Task description -
What is the number of lines below that contain the string "benchTrap"? Give it and nothing else.

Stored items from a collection
------------------------
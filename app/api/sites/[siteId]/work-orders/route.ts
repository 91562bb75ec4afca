import { ROUTES } from '@/lib/api/routes';
import { apiRoute } from '@/lib/http/route';
import { listWorkOrders } from '@/lib/services/work-orders';

export const GET = apiRoute(ROUTES.listWorkOrders, {
  site: ({ params }) => params.siteId,
  handle: ({ actor, params, query }) => listWorkOrders(actor, params.siteId, query),
});
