// Child process of bench:review: a throwaway database with the demo seed, plus a survey of
// 2,000 traps (one test each) and one test of 1.5 million samples, all made by the server's own
// import (processUpload), so every series is in the real stored format.
//   seed-review-worker.ts <traps> <bigSamples>
import { sequelize } from '@/lib/db';
import { Survey, Test, Trap } from '@/models';
import { benchTrap, DAY_START, HEADER, modelARows } from './meter-text';
import { importFiles, migrateAndSeed } from './seed';

async function main() {
  const [traps, bigSamples] = process.argv.slice(2).map(Number);
  const { analyst, site } = await migrateAndSeed();
  const survey = await Survey.create({ siteId: site.id, name: 'Bench review survey', startsOn: '2025-04-08', endsOn: '2025-04-10' });
  const tags = Array.from({ length: traps }, (_, i) => `RV-${String(i).padStart(4, '0')}`);
  await Trap.bulkCreate([...tags, 'RV-LONG'].map((tag) => { const { id: _id, ...t } = benchTrap(tag); return { ...t, siteId: site.id, areaId: null }; }));
  // One day file holding every trap's test (a tag change starts a new test), and one long test.
  const enc = new TextEncoder();
  const day = HEADER + tags.map((tag, i) => modelARows(tag, DAY_START + i * 60_000, 300, i + 1)).join('');
  const parts: string[] = [HEADER];
  for (let i = 0; i < bigSamples; i += 100_000) parts.push(modelARows('RV-LONG', DAY_START + 86_400_000 + i * 100, Math.min(100_000, bigSamples - i), i + 7));
  const upload = await importFiles(site.id, survey.id, analyst.id, [
    { name: 'A_bench_day.csv', bytes: enc.encode(day) },
    { name: 'A_RV-LONG.csv', bytes: enc.encode(parts.join('')) },
  ]);
  const long = await Test.findOne({ where: { surveyId: survey.id, tag: 'RV-LONG' } });
  const count = await Test.count({ where: { surveyId: survey.id } });
  await sequelize.close();
  console.log(JSON.stringify({ siteId: site.id, surveyId: survey.id, longTestId: long?.id ?? null, longSamples: long?.sampleCount ?? 0, tests: count, status: upload.status }));
}

main().catch((err) => {
  console.error(err);
  process.exit(1);
});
------------------------
Output of the task -
2